Joe Knows

Consider one broken collarbone, an eight-game suspension and a couple of one-game suspensions to be enough damage from Friday’s Dodgers-Padres brawl. Let’s not make baseball’s credibility another casualty by being overzealous in disciplining just one-half of the responsible parties involved in the first donnybrook of the season.

When Los Angeles’ Zack Greinke nailed San Diego’s Carlos Quentin in the sixth inning of Friday’s game, Quentin glared at Greinke, who barked back at Quentin, who in turn gained a head of steam toward the mound.

Greinke, who signed a $147 million contract before this season with the Dodgers, decided to take the brunt of a forearm shiver courtesy of the 240-pound Quentin.

The collision resulted in Greinke suffering a broken collarbone (he is expected to be sidelined at least eight weeks) and cries for Major League Baseball to make Quentin an example and issue a historically harsh suspension.

Should Quentin have charged the mound? No. Anyone can tell you that being hit by a 3-2 pitch in a one-run game should all but eliminate any thoughts he may have had about Greinke harboring bad intentions.

But for as out-of-line as it was for Quentin to charge the mound, it was equally as dumb for Greinke to think he’s Jim Brown. It was unfortunate that he broke his collarbone when he collided with Quentin, but such can be the result of an altercation.

Quentin didn’t kick, he didn’t pull Greinke’s hair or poke his eyes; he just took advantage of the 50 pounds he has Greinke by plowing into him, as any smart fighter would.

Is that fair? Nope. That’s why he was suspended eight games, the top-end length according to historical precedent: Major League Baseball has been consistent in handing down suspensions of four to eight games for similar transgressions.

So when Dodgers manager Don Mattingly says that Quentin should be suspended much longer than anyone else just because his guy will miss more time, he’s on another planet.

We shouldn’t be trying to re-invent the wheel, or something just as old in fisticuffs.

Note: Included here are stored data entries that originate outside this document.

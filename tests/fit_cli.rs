//! `coldpass fit` as a user meets it: the demo records, every output, and
//! bad input that ends with status 1, a message naming what and where, and
//! nothing written.

mod common;

use common::{coldpass, root, stderr, stdout};
use tempfile::TempDir;

const COPPER: &str = "schedules-demo/tensile-copper-rod.csv";
const STEEL: &str = "schedules-demo/tensile-steel-rod.csv";
const ALUMINIUM: &str = "schedules-demo/tensile-aluminium-rod.csv";

/// The demo copper record with its text changed by `edit`, in a temp folder.
fn edited(dir: &TempDir, edit: impl Fn(Vec<String>) -> Vec<String>) -> String {
    let text = std::fs::read_to_string(root(COPPER)).unwrap();
    let lines = edit(text.lines().map(str::to_string).collect());
    let path = dir.path().join("record.csv");
    std::fs::write(&path, lines.join("\n") + "\n").unwrap();
    path.to_string_lossy().into_owned()
}

fn written(dir: &TempDir, text: &str) -> String {
    let path = dir.path().join("record.csv");
    std::fs::write(&path, text).unwrap();
    path.to_string_lossy().into_owned()
}

/// Runs `fit` on `file` asking for every output, expects status 1 with
/// `words` in the message, and checks that no file was written.
fn fails_writing_nothing(dir: &TempDir, file: &str, extra: &[&str], words: &[&str]) {
    let out = dir.path().join("report.json");
    let plot = dir.path().join("chart.svg");
    let law = dir.path().join("law.yaml");
    let mut args = vec![
        "fit",
        file,
        "--format",
        "json",
        "-o",
        out.to_str().unwrap(),
        "--plot",
        plot.to_str().unwrap(),
        "--emit-law",
        law.to_str().unwrap(),
    ];
    args.extend_from_slice(extra);
    let o = coldpass(&args);
    let err = stderr(&o);
    assert_eq!(o.status.code(), Some(1), "stderr: {err}");
    for w in words {
        assert!(err.contains(w), "expected {w:?} in: {err}");
    }
    for p in [&out, &plot, &law] {
        assert!(!p.exists(), "{} was written", p.display());
    }
    let left: Vec<_> = std::fs::read_dir(dir.path())
        .unwrap()
        .map(|e| e.unwrap().file_name().to_string_lossy().into_owned())
        .filter(|n| n != "record.csv")
        .collect();
    assert!(left.is_empty(), "left behind: {left:?}");
}
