/// The whole-schedule summary.
#[derive(Debug, Clone, PartialEq, Serialize)]
pub struct Summary {
    /// Start diameter, mm.
    pub start_diameter_mm: f64,
    /// Finished diameter, mm.
    pub finish_diameter_mm: f64,
    /// Area reduction from start to finish.
    pub total_area_reduction: f64,
    /// True strain from start to finish, `2 ln(D_start/D_finish)`.
    pub total_strain: f64,
    /// Accumulated strain in the finished wire since its last anneal.
    pub final_strain: f64,
    /// Number of draw passes.
    pub draw_passes: usize,
    /// Number of anneals.
    pub anneals: usize,
    /// Highest draw ratio.
    pub worst_draw_ratio: Option<f64>,
    /// Step with the highest draw ratio.
    pub worst_step: Option<usize>,
    /// Flow stress of the finished wire, MPa (for heavily drawn wire, close to its tensile strength).
    pub final_flow_stress_mpa: f64,
    /// Mass throughput, kg/h (with a `line`).
    pub throughput_kg_h: Option<f64>,
    /// Tonnes per shift at the utilisation (with a `line`).
    pub throughput_t_per_shift: Option<f64>,
    /// Minutes to draw one coil (with `coil_mass_kg`).
    pub coil_time_min: Option<f64>,
    /// Sum of the capstans' net pulling power, kW (with a `line`).
    pub total_power_kw: Option<f64>,
    /// `ok`, `warn` or `over`.
    pub verdict: Verdict,
}

/// A neutral report that every format renders.
#[derive(Debug, Clone, PartialEq, Serialize)]
pub struct ScheduleReport {
    /// The file's title.
    pub title: String,
    /// The material's label.
    pub material: String,
    /// The governing method.
    pub method: Method,
    /// Where the method came from: `file`, `default` or `command line`.
    pub method_source: String,
    /// The limits applied.
    pub draw_ratio_warn: f64,
    /// The limits applied.
    pub draw_ratio_max: f64,
    /// Assumptions and defaults that matter to the figures.
    pub notes: Vec<String>,
    /// One row per step.
    pub passes: Vec<StepReport>,
    /// The summary.
    pub summary: Summary,
    /// The caution footer.
    pub caution: String,
}

impl ScheduleReport {
    /// Whether any step is over a limit (exit status 3).
    pub fn is_over(&self) -> bool {
        self.summary.verdict == Verdict::Over
    }
}

/// Where the governing method is chosen.
#[derive(Debug, Clone, Copy, PartialEq, Eq, Default)]
pub struct EvaluateOptions {
    /// A method that overrides the file's `limits.method`.
    pub method: Option<Method>,
}

/// The path of a step's key as the file has it, with the step number the
/// report shows (`passes[1].exit (step 2)`): YAML counts from 0, the mill from 1.
pub(crate) fn step_key(i: usize, key: &str) -> String {
    format!("passes[{i}]{key} (step {})", i + 1)
}

pub(crate) fn pass_error(i: usize, source: pass::PassError) -> ScheduleError {
    ScheduleError::Pass {
        key: step_key(i, ""),
        problem: source,
    }
}

/// Evaluates every step of `file` (see the module documentation for the
/// assumptions): a pipeline of the five stages, each in its own file.
pub fn evaluate(
    file: &ScheduleFile,
    options: &EvaluateOptions,
) -> Result<ScheduleReport, ScheduleError> {
    refuse_without_draws(file)?;
    let (method, method_source) = governing_method(file, options);
    let mut notes = Vec::new();
    if method_source == "default" {
        notes.push(format!(
            "governing method: {method} (the default; set limits.method to choose)"
        ));
    }
    let limits = &file.limits;
    let settings = Settings {
        redundant_c: limits
            .redundant_c
            .unwrap_or(Settings::default().redundant_c),
    };
    let ambient = limits.ambient_c.unwrap_or(schedule::DEFAULT_AMBIENT_C);
    let heat = Heat {
        density_kg_m3: file.material.density_kg_m3,
        specific_heat_j_kg_k: file.material.specific_heat_j_kg_k,
        heat_fraction: file
            .material
            .heat_fraction
            .unwrap_or(schedule::DEFAULT_HEAT_FRACTION),
    };
    let flag_limits = FlagLimits {
        angle_tolerance_deg: limits
            .angle_tolerance_deg
            .unwrap_or(schedule::DEFAULT_ANGLE_TOLERANCE_DEG),
    };
    let finish_d = geometry::finish_diameter_mm(file);

    // 1. Geometry and strain.
    let planned = geometry::plan_steps(file, method == Method::Efficiency)?;
    // 2. Mechanics per pass.
    let figures = planned
        .iter()
        .map(|p| match p {
            Planned::Draw(d) => mechanics::analyse(d, &settings, method, heat).map(Some),
            Planned::Anneal { .. } => Ok(None),
        })
        .collect::<Result<Vec<_>, _>>()?;
    if method_uses_m(method) {
        if let Some(f) = figures
            .iter()
            .flatten()
            .find(|f| f.mech.friction_factor_derived)
        {
            notes.push(format!(
                "shear factor m derived from friction as min(1, sqrt(3) mu) = {:.3} (set dies.friction_factor to give it)",
                f.mech.friction_factor
            ));
        }
    }
    // 3. Line (and machine).
    let line = file.line.as_ref();
    let line_figures = line::run_line(&planned, &figures, line, finish_d, ambient);
    // 4. Flags.
    let rows = build_rows(file, flag_limits, &planned, &figures, &line_figures);
    if let Some(limit) = file.material.cold_work_limit {
        if let Some(r) = rows.iter().find(|r| r.flags.contains(&Flag::AnnealDue)) {
            notes.push(format!(
                "cold-work limit {limit} is passed at step {}: schedule an anneal before it",
                r.step
            ));
        }
    }
    // 5. Summary.
    notes.extend(closing_notes(&rows, ambient, line.is_some()));
    let total_power = line.map(|_| rows.iter().filter_map(|r| r.power_kw).sum());
    let summary = summary::summarise(file, &rows, finish_d, total_power);
    Ok(ScheduleReport {
        title: file.title.clone(),
        material: file.material.label.clone(),
        method,
        method_source: method_source.to_string(),
        draw_ratio_warn: limits.draw_ratio_warn,
        draw_ratio_max: limits.draw_ratio_max,
        notes,
        passes: rows,
        summary,
        caution: CAUTION.to_string(),
    })
}

/// A schedule needs a draw; a design file given to `check` is named as such.
fn refuse_without_draws(file: &ScheduleFile) -> Result<(), ScheduleError> {
    if file.passes.iter().all(|s| matches!(s, Step::Anneal)) {
        let why = if file.target.is_some() && file.passes.is_empty() {
            "this is a design file (it has `target`): run `coldpass design` on it, or add passes"
                .into()
        } else {
            "a schedule needs at least one draw pass (`- exit: <diameter>`)".into()
        };
        return Err(ScheduleError::Missing {
            key: "passes".into(),
            why,
        });
    }
    Ok(())
}

/// The governing method and where it came from.
fn governing_method(file: &ScheduleFile, options: &EvaluateOptions) -> (Method, &'static str) {
    match (options.method, file.limits.method) {
        (Some(m), _) => (m, "command line"),
        (None, Some(m)) => (m, "file"),
        (None, None) => (schedule::DEFAULT_METHOD, "default"),
    }
}

/// One report row per step, with its flags.
fn build_rows(
    file: &ScheduleFile,
    flag_limits: FlagLimits,
    planned: &[Planned<'_>],
    figures: &[Option<PassFigures>],
    line_figures: &[Option<LineFigures>],
) -> Vec<StepReport> {
    planned
        .iter()
        .zip(figures)
        .zip(line_figures)
        .map(|((p, f), l)| match (p, f, l) {
            (Planned::Draw(d), Some(f), Some(l)) => {
                draw_row(d, f, l, flags::pass_flags(file, flag_limits, f, l))
            }
            (
                Planned::Anneal {
                    index,
                    diameter_mm,
                    strain_before,
                    law,
                },
                _,
                _,
            ) => anneal_row(*index, *diameter_mm, *strain_before, law),
            _ => unreachable!("stages 2 and 3 give figures for every draw"),
        })
        .collect()
}

fn draw_row(d: &PlannedDraw<'_>, f: &PassFigures, l: &LineFigures, flags: Vec<Flag>) -> StepReport {
    let mech = &f.mech;
    let dp = &d.pass;
    StepReport {
        step: d.index + 1,
        kind: StepKind::Draw,
        die_size: d.die_size.clone(),
        entry_diameter_mm: dp.entry_diameter_mm,
        exit_diameter_mm: dp.exit_diameter_mm,
        area_reduction: Some(mech.area_reduction),
        elongation: Some(mech.elongation),
        cumulative_reduction: d.cumulative_reduction,
        pass_strain: Some(mech.pass_strain),
        strain_before: mech.strain_before,
        strain_after: mech.strain_after,
        flow_stress_entry_mpa: Some(mech.flow_stress_entry_mpa),
        mean_flow_stress_mpa: Some(mech.mean_flow_stress_mpa),
        flow_stress_exit_mpa: mech.flow_stress_exit_mpa,
        delta: Some(mech.delta),
        semi_angle_deg: Some(dp.die.semi_angle_deg),
        friction: Some(dp.die.friction),
        friction_factor: Some(mech.friction_factor),
        back_tension_mpa: Some(dp.back_tension_mpa),
        draw_stress_mpa: Some(mech.draw_stress_mpa),
        governing_draw_stress_mpa: Some(f.governing_mpa),
        draw_ratio: Some(f.draw_ratio),
        optimum_semi_angle_deg: f.optimum.map(|o| o.semi_angle_deg),
        force_kn: Some(f.force_kn),
        exit_speed_m_s: l.exit_speed_m_s,
        net_pull_kn: Some(l.net_pull_kn),
        power_kw: l.power_kw,
        temperature_rise_c: Some(f.temperature_rise_c),
        wire_temperature_c: Some(l.wire_temperature_c),
        flags,
    }
}

fn anneal_row(index: usize, diameter_mm: f64, strain_before: f64, law: &FlowLaw) -> StepReport {
    StepReport {
        step: index + 1,
        kind: StepKind::Anneal,
        die_size: None,
        entry_diameter_mm: diameter_mm,
        exit_diameter_mm: diameter_mm,
        area_reduction: None,
        elongation: None,
        cumulative_reduction: 0.0,
        pass_strain: None,
        strain_before,
        strain_after: 0.0,
        flow_stress_entry_mpa: None,
        mean_flow_stress_mpa: None,
        flow_stress_exit_mpa: law.stress_mpa(0.0),
        delta: None,
        semi_angle_deg: None,
        friction: None,
        friction_factor: None,
        back_tension_mpa: None,
        draw_stress_mpa: None,
        governing_draw_stress_mpa: None,
        draw_ratio: None,
        optimum_semi_angle_deg: None,
        force_kn: None,
        exit_speed_m_s: None,
        net_pull_kn: None,
        power_kw: None,
        temperature_rise_c: None,
        wire_temperature_c: None,
        flags: Vec::new(),
    }
}

/// The notes every report ends with: the finished strength, the temperature
/// model and the speed model.
fn closing_notes(rows: &[StepReport], ambient: f64, has_line: bool) -> Vec<String> {
    let mut notes = Vec::new();
    if let Some(last) = rows.last() {
        // Common practice: heavily drawn wire has almost no uniform elongation
        // left, so its tensile strength is close to its flow stress; a lightly
        // drawn or annealed wire still work-hardens in the test (Considere).
        notes.push(if last.strain_after >= HEAVILY_DRAWN_STRAIN {
            format!(
                "finished flow stress {:.0} MPa: for wire drawn this far (strain {:.2} since anneal) the tensile strength is close to it",
                last.flow_stress_exit_mpa, last.strain_after
            )
        } else {
            format!(
                "finished flow stress {:.0} MPa: the wire is lightly drawn (strain {:.2} since anneal), so its tensile strength is higher than this (Considere)",
                last.flow_stress_exit_mpa, last.strain_after
            )
        });
    }
    notes.push(format!(
        "wire temperature: the wire enters every die at ambient ({ambient} C), cooled between dies; the figure is the bulk mean at the die exit (the surface runs hotter)"
    ));
    if has_line {
        notes.push("speeds by volume constancy from the finish speed through every pass (one continuous line)".into());
        notes.push("power: each capstan's net pull (its front pull less the back pull it holds on the next die) times its speed; the total counts each back pull once".into());
    }
    notes
}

It seems like each time a bench-clearing brawl erupts, the next day TV baseball “experts” try to show us the proper etiquette of charging the mound and how it was violated, as if you’re concerned about protocol when you’re vein-in-the-temple irate. At that point, if you knew of any “rules,” you wouldn’t be thinking about them and even if you were, you’d want to break them.

That’s the point of fights, particularly in baseball, where they don’t just ensue after every hit batter. Baseball players aren’t fighting just to keep up appearances like in hockey. When a hitter charges after the pitcher, it means something has been brewing for a while — Greinke had previously hit Quentin twice— and is ready to boil over as soon as he reaches the mound.

It’s why these things just don’t blow over and go away, and why this one likely won’t as well unless the Dodgers let it go.